This is why when I'm bringing a new topic to a person, I start with "Did I tell you about BLANK already?":


Ontem em conversa com o Nuno disse que acho que sou uma falsa extrovertida. 
Na verdade não acho, tenho a certeza. Às vezes sinto que a minha lata e descontração são uma capa, uma fachada.
Não sou a tímida convencional, mas há ocasiões em que me sinto presa dentro de uma timidez que nem as pessoas que me conhecem me atribuem, porque falo com toda a gente, seja os senhores do restaurante, as meninas das lojas, as pessoas no ginásio, no autocarro, nas finanças, seja quem for. Se é preciso falar, eu falo sem medos. 
Não tenho problemas nenhuns em falar em público, nem a dar-me a conhecer aos outros a nível profissional. 
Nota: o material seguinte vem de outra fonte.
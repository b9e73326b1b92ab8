import type { Piece } from '../simulate/result.js';
import { emptyGroups, groupsBound, groupsDerivative, groupTermsAlike, type Groups } from '../lti/term.js';
import { pieceValue } from './evaluate.js';
import { gridFloor, geometricSteps, uniformIntervals, TIE, type MagnitudePeak } from './peak.js';
import { findRoot } from './root.js';
import { Sweeper, uniformStep } from './sweep.js';
import { certify, GIVE_UP, intervalBound, LayoutEnvelope, layoutValues, type Certified } from './certify.js';

/**
 * Peak |v|, |i| and |v·i| of one piece of a part's voltage and current, found together: the two
 * closed forms are regrouped into one layout (they hold the same modes) and v, v', i, i' are
 * evaluated on one search grid by the sweeper (sweep.ts: no exponential per term and point, groups
 * far below the rounding of the sum skipped, the grid thinned where fast oscillations have died
 * out, twice as fine as for one signal since v·i holds the sums of the frequencies). Every root
 * of a derivative bracketed by the grid (v', i', v'·i + v·i') is refined by Brent's method on the
 * closed form restricted to the groups that matter there, and every candidate value is the exact
 * closed form at that time: the search of peak.ts / grid.ts (peakOnGrid), only cheaper.
 *
 * The sample times are not on the grid (they were 10⁴ points per part; see the constructor).
 * Instead every grid interval that is not a refined bracket, and every bracket whose root is not
 * shown to be its only one (|y''(r)| against max|y'''|), is certified (certify.ts): shown by
 * Taylor and Hermite bounds with max|y''|, max|y⁗| to hold no value above the peak (within the
 * tie tolerance), or split and searched again. So the peak is the closed form's largest value to
 * 1e-12 whatever the grid, and the grid's stride is set only by the modes above 1e-3 of the
 * largest (THIN).
 */
export class JointPeaks {
  private readonly sw = new Sweeper();
  private readonly step: number;
  private readonly V = emptyGroups();
  private readonly I = emptyGroups();
  private readonly DV = emptyGroups();
  private readonly DI = emptyGroups();
  private readonly D2V = emptyGroups();
  private readonly D2I = emptyGroups();
  private readonly D3V = emptyGroups();
  private readonly D4V = emptyGroups();
  private readonly D3I = emptyGroups();
  private readonly D4I = emptyGroups();
  private readonly at = new Float64Array(4);
  private dp = new Float64Array(64);
  private gp = new Float64Array(64);
  private readonly pending: number[] = [];
  private readonly roots: number[] = [];
  private readonly e6 = new Float64Array(6);

  /**
   * `times`: the run's sample times. With `samples` they join the search grid (the grid of the
   * watched signals' search); without (the default), the grid is the uniform one of the time
   * scales plus the steps towards the piece start, and every interval without a bracketed root
   * is certified (certify.ts) instead: the sample times were 10⁴ extra points per part, and
   * they guaranteed nothing the certification does not.
   */
  constructor(
    private readonly times?: ArrayLike<number>,
    private readonly samples = false,
  ) {
    this.step = times ? uniformStep(times) : NaN;
  }

  /**
   * Updates the peaks with those of v (piece pv) and i (piece pi, the same start) over [lo, hi]:
   * `omega` and `rate` are the time scales the grid must resolve in one signal.
   */
  search(pv: Piece, pi: Piece, lo: number, hi: number, omega: number, rate: number, v: MagnitudePeak, i: MagnitudePeak, p: MagnitudePeak): void {
    if (this.samples) {
      this.searchOnce(pv, pi, lo, hi, omega, rate, v, i, p, false);
      return;
    }
    try {
      this.searchOnce(pv, pi, lo, hi, omega, rate, v, i, p, true);
    } catch (e) {
      if (e !== GIVE_UP) throw e;
      // the certification gave up (its budget spent): the search of the sample times' grid
      this.searchOnce(pv, pi, lo, hi, omega, rate, v, i, p, false);
    }
  }

  /** search on the certified grid (certified) or on the grid with the sample times; updates v, i, p only when done */
  private searchOnce(pv: Piece, pi: Piece, lo: number, hi: number, omega: number, rate: number, v: MagnitudePeak, i: MagnitudePeak, p: MagnitudePeak, certified: boolean): void {
    const fv = (t: number) => pieceValue(pv, t);
    const fi = (t: number) => pieceValue(pi, t);
    const fp = (t: number) => pieceValue(pv, t) * pieceValue(pi, t);
    const bv = start(fv, lo);
    const bi = start(fi, lo);
    const bp = start(fp, lo);
    if (hi > lo) {
      const t0 = pv.t0;
      const chs: Groups[] = [this.V, this.DV, this.I, this.DI];
      groupTermsAlike([pv.terms, pi.terms], [this.V, this.I]);
      groupsDerivative(this.V, this.DV);
      groupsDerivative(this.I, this.DI);
      // the grid of peak.ts searchGrid for the product: scales doubled, steps shrinking towards lo
      const width = hi - lo;
      const floor = gridFloor(width, 2 * rate);
      const points: number[] = [];
      geometricSteps(lo, width, 2 * rate, points);
      const sw = this.sw;
      const n = sw.grid(chs, { t0, lo, hi, m: uniformIntervals(width, 2 * omega, floor), minIntervals: floor, extra: certified ? undefined : this.times, extraStep: this.step, points, harmonics: 2, thin: certified ? THIN : undefined });
      const ts = sw.ts;
      const [gv, gdv, gi, gdi] = sw.vals as [Float64Array, Float64Array, Float64Array, Float64Array];
      if (this.dp.length < n) this.dp = new Float64Array(2 * n);
      const dp = this.dp;
      for (let k = 0; k < n; k++) dp[k] = gdv[k]! * gi[k]! + gv[k]! * gdi[k]!;
      const owner = {};
      const out = this.at;
      // |v| and |i| over a bracket: Taylor from either end with max|y''| there (groupsBound)
      groupsDerivative(this.DV, this.D2V);
      groupsDerivative(this.DI, this.D2I);
      const taylor = (y: Float64Array, dy: Float64Array, d2: Groups, k: number) => {
        const h = ts[k]! - ts[k - 1]!;
        const r = 0.5 * groupsBound(d2, ts[k - 1]! - t0, ts[k]! - t0) * h * h;
        const x = Math.min(Math.abs(y[k - 1]!) + Math.abs(dy[k - 1]!) * h, Math.abs(y[k]!) + Math.abs(dy[k]!) * h) + r;
        return Number.isNaN(x) ? Infinity : x;
      };
      const boundV = (k: number) => taylor(gv, gdv, this.D2V, k);
      const boundI = (k: number) => taylor(gi, gdi, this.D2I, k);
      const fHi = (f: (t: number) => number) => Math.abs(f(hi));
      // the derivative restricted to the groups that matter on the bracket [a, b]
      const near = (a: number, b: number, which: (o: Float64Array) => number) => {
        const count = sw.nearAll(chs, owner, a - t0, b - t0);
        return (t: number) => {
          sw.atSome(chs, count, t - t0, out);
          return which(out);
        };
      };
      const dV = (o: Float64Array) => o[1]!;
      const dI = (o: Float64Array) => o[3]!;
      const dP = (o: Float64Array) => o[1]! * o[2]! + o[0]! * o[3]!;
      const floorV = Math.max(v.value, fHi(fv));
      const floorI = Math.max(i.value, fHi(fi));
      const floorP = Math.max(p.value, fHi(fp));
      if (!certified) {
        walk(ts, gdv, n, fv, (a, b) => near(a, b, dV), bv, boundV, floorV);
        walk(ts, gdi, n, fi, (a, b) => near(a, b, dI), bi, boundI, floorI);
        walk(ts, dp, n, fp, (a, b) => near(a, b, dP), bp, (k) => boundV(k) * boundI(k), floorP);
      } else {
        // the grid alone (no sample times): the intervals without a bracketed root are certified
        if (this.gp.length < n) this.gp = new Float64Array(2 * n);
        const gp = this.gp;
        for (let k = 0; k < n; k++) gp[k] = gv[k]! * gi[k]!;
        groupsDerivative(this.D2V, this.D3V);
        groupsDerivative(this.D3V, this.D4V);
        groupsDerivative(this.D2I, this.D3I);
        groupsDerivative(this.D3I, this.D4I);
        const bounds = new Bounds10([this.V, this.DV, this.D2V, this.D3V, this.D4V, this.I, this.DI, this.D2I, this.D3I, this.D4I], t0, ts, n);
        const six = [this.V, this.DV, this.D2V, this.I, this.DI, this.D2I];
        const e6 = this.e6;
        // per channel: y and y' from v, v', i, i' (o), y'' from v … i'' (e), and from the bounds b of
        // |v| … |v⁗|, |i| … |i⁗| over an interval, bounds of |y''|, |y'''|, |y⁗| (Leibniz's rule for v·i)
        const channels: Channel[] = [
          { y: gv, dy: gdv, f: fv, best: bv, bound: boundV, floor: floorV, val: (o) => o[0]!, der: dV, d2: (e) => e[2]!, m2: (b) => b[2]!, m3: (b) => b[3]!, m4: (b) => b[4]! },
          { y: gi, dy: gdi, f: fi, best: bi, bound: boundI, floor: floorI, val: (o) => o[2]!, der: dI, d2: (e) => e[5]!, m2: (b) => b[7]!, m3: (b) => b[8]!, m4: (b) => b[9]! },
          {
            y: gp,
            dy: dp,
            f: fp,
            best: bp,
            bound: (k) => boundV(k) * boundI(k),
            floor: floorP,
            val: (o) => o[0]! * o[2]!,
            der: dP,
            d2: (e) => e[2]! * e[3]! + 2 * e[1]! * e[4]! + e[0]! * e[5]!,
            m2: (b) => b[2]! * b[5]! + 2 * b[1]! * b[6]! + b[0]! * b[7]!,
            m3: (b) => b[3]! * b[5]! + 3 * b[2]! * b[6]! + 3 * b[1]! * b[7]! + b[0]! * b[8]!,
            m4: (b) => b[0]! * b[9]! + 4 * b[1]! * b[8]! + 6 * b[2]! * b[7]! + 4 * b[3]! * b[6]! + b[4]! * b[5]!,
          },
        ];
        for (const ch of channels) {
          const { y, dy, f, best } = ch;
          const via = (b: Float64Array, ya: number, da: number, yb: number, db: number, h: number) => intervalBound(ya, da, yb, db, h, ch.m2(b), ch.m4(b));
          const pending = this.pending;
          const roots = this.roots;
          pending.length = 0;
          roots.length = 0;
          const ref = () => Math.max(best.value, ch.floor) * (1 + TIE);
          walk(
            ts,
            dy,
            n,
            f,
            (a, b) => near(a, b, ch.der),
            best,
            ch.bound,
            ch.floor,
            (k) => pending.push(k),
            (k, r) => roots.push(k, r),
          );
          // a cheap look with the bounds over the chunk of the grid holding the interval, then over the interval
          const r0 = ref();
          const fine = (k: number) => {
            const ya = y[k - 1]!;
            const da = dy[k - 1]!;
            const yb = y[k]!;
            const db = dy[k]!;
            const h = ts[k]! - ts[k - 1]!;
            return !(via(bounds.coarse(k), ya, da, yb, db, h) > r0) || !(via(bounds.interval(k), ya, da, yb, db, h) > r0);
          };
          let kept = 0;
          for (const k of pending) if (!fine(k)) pending[kept++] = k;
          pending.length = kept;
          let keptRoots = 0;
          for (let j = 0; j < roots.length; j += 2) {
            if (!fine(roots[j]!)) {
              roots[keptRoots++] = roots[j]!;
              roots[keptRoots++] = roots[j + 1]!;
            }
          }
          roots.length = keptRoots;
          if (pending.length === 0 && roots.length === 0) continue;
          let budget = BUDGET;
          const consider = (t: number) => considerAt(best, Math.abs(f(t)), t);
          const yd = new Float64Array(2);
          const s: Certified = {
            at: (t, a, b, out2) => {
              const count = sw.nearAll(chs, owner, a - t0, b - t0);
              sw.atSome(chs, count, t - t0, out);
              out2[0] = ch.val(out);
              out2[1] = ch.der(out);
            },
            bound: (a, b, ya, da, yb, db) => via(bounds.over(a, b), ya, da, yb, db, b - a),
            root: (a, b, ya, da, yb, db, depth) => {
              // a root on a split point (to rounding) comes back as that end: a candidate all the same
              const r = Math.min(Math.max(findRoot(near(a, b, ch.der), a, b, 1e-14, da, db), a), b);
              consider(r);
              checkRoot(a, b, ya, da, yb, db, r, depth);
            },
            consider,
            edge: (t) => {
              const x = Math.abs(f(t));
              if (x > best.value * (1 + TIE)) considerAt(best, x, t);
            },
            reference: ref,
            spend: () => --budget >= 0,
          };
          // a root r of y' in [a, b] (y, y' given at the ends) is the only one within δ = |y''(r)|/max|y'''|
          // of it: y' = y'(r) + y''(r)·(t − r) + at most ½·max|y'''|·(t − r)², and y'(r) is zero to
          // rounding; what of [a, b] lies farther than δ from r is certified
          const checkRoot = (a: number, b: number, ya: number, da: number, yb: number, db: number, r: number, depth: number) => {
            if (!(s.bound(a, b, ya, da, yb, db) > ref())) return;
            layoutValues(six, r - t0, e6);
            const m3 = ch.m3(bounds.over(a, b));
            const delta = Math.abs(ch.d2(e6)) / m3;
            if (delta >= Math.max(r - a, b - r)) return;
            const l = r - delta;
            if (l > a) {
              s.at(l, a, b, yd);
              certify(s, a, l, ya, da, yd[0]!, yd[1]!, depth + 1);
            }
            const u = r + delta;
            if (u < b) {
              s.at(u, a, b, yd);
              certify(s, u, b, yd[0]!, yd[1]!, yb, db, depth + 1);
            }
          };
          for (const k of pending) {
            const a = ts[k - 1]!;
            const b = ts[k]!;
            if (b > a) {
              bounds.interval(k);
              certify(s, a, b, y[k - 1]!, dy[k - 1]!, y[k]!, dy[k]!);
            }
          }
          for (let j = 0; j < roots.length; j += 2) {
            const k = roots[j]!;
            bounds.interval(k);
            checkRoot(ts[k - 1]!, ts[k]!, y[k - 1]!, dy[k - 1]!, y[k]!, dy[k]!, roots[j + 1]!, 0);
          }
        }
      }
    }
    keep(v, bv);
    keep(i, bi);
    keep(p, bp);
  }
}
Se analisar a coisa por níveis, diria que a um nível superficial sou extrovertida, faladora e desenrascada. Não tenho problemas em dar-me com ninguém. Exprimo-me bem, não tenho medo de falar, na maior parte das vezes nem sequer fico nervosa se tiver de falar, sei lá, numa reunião, numa conferência, num grupo que não conheço. Falo e pronto.
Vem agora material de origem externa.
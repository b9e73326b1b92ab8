import { describe, expect, it } from 'vitest';
import { termsValue } from '../../src/lti/term.js';
import { analyzeText } from '../../src/pipeline.js';
import type { Piece } from '../../src/simulate/result.js';

// A pulse train into an RC low-pass for 400 periods: once the start-up has decayed to round-off,
// the run lays the steady period's closed forms on the remaining periods instead of solving each.
// References (first-order circuits, textbook, from memory): in the periodic steady state the
// capacitor charges as V + (Vmin − V)·e^(−φ/τ) while the pulse is high and decays as
// Vmax·e^(−(φ − DT)/τ) while it is low, with Vmax = V(1 − e^(−DT/τ))/(1 − e^(−T/τ)) and
// Vmin = Vmax·e^(−(1−D)T/τ); at the period starts v(kT) = Vmin·(1 − e^(−kT/τ)) from rest.
describe('long pulse trains: the steady periods', () => {
  const V = 5;
  const T = 50e-6;
  const D = 0.3;
  const tau = 1e3 * 100e-9;
  const text = [
    'voltage-source V1 in -> gnd pulse to 5V period 50us duty 30%',
    'resistor R1 in -> out 1k',
    'capacitor C1 out -> gnd 100n',
    'start rest',
    'watch node out',
    'span 20ms',
    'samples 4001',
  ].join('\n');
  const r = analyzeText(text + '\n', 'pwm-rc.rdn');
  const pieces = r.traces[0].pieces;
  const at = (t: number) => {
    let lo = 0;
    let hi = pieces.length - 1;
    while (lo < hi) {
      const mid = (lo + hi + 1) >> 1;
      if (pieces[mid].t0 <= t) lo = mid;
      else hi = mid - 1;
    }
    const p: Piece = pieces[lo];
    return termsValue(p.terms, t - p.t0);
  };
  const vmax = (V * (1 - Math.exp((-D * T) / tau))) / (1 - Math.exp(-T / tau));
  const vmin = vmax * Math.exp((-(1 - D) * T) / tau);
  const steady = (phase: number) => (phase < D * T ? V + (vmin - V) * Math.exp(-phase / tau) : vmax * Math.exp(-(phase - D * T) / tau));

  it('shares the steady closed forms over most of the span', () => {
    expect(pieces.length).toBe(800);
    expect(new Set(pieces.map((p) => p.terms)).size).toBeLessThan(300);
    expect(r.crossCheck.passed).toBe(true);
  });

  it('follows the start-up at every period start and the steady waveform at the end', () => {
    for (const k of [1, 5, 20, 60, 100, 250, 399]) {
      const exact = vmin * (1 - Math.exp((-k * T) / tau));
      expect(Math.abs(at(k * T) - exact) / V).toBeLessThan(1e-12);
    }
    for (const phase of [0.1, 0.25, 0.31, 0.5, 0.93].map((f) => f * T)) {
      const t = 399 * T + phase;
      expect(Math.abs(at(t) - steady(phase)) / V).toBeLessThan(1e-12);
    }
    // the samples carry the same values
    const values = r.traces[0].values;
    const tk = r.times[r.times.length - 2];
    expect(Math.abs(values[values.length - 2] - steady(tk - 399 * T)) / V).toBeLessThan(1e-12);
  });

  it('reports the same average as the exact steady waveform over the steady periods', () => {
    // the mean of the steady waveform is D·V (the capacitor carries no DC current)
    expect(Math.abs(r.periodic!.watches[0].mean - D * V) / V).toBeLessThan(1e-12);
  });
});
Mas depois há situações em que bastava uma palavra e não sou capaz de dizer NADA! Não sei porquê.
Por exemplo, um grupo de pessoas que conheço, participou num evento em que também gostava de ter participado. A ideia pareceu-me muito gira, desafiante e diferente do que estou habituada a fazer. Conheço toda a gente que participou, algumas das pessoas são até minhas amigas e bastava ter dito - Olha, também gostava de ir! - para me inscreverem na equipa. Mas não fui capaz de dizer nada. Estive com elas dois dias antes, estavam a falar do assunto e eu não fui capaz de abrir a boca, embora tenha ficado cheia de pena por não ir! 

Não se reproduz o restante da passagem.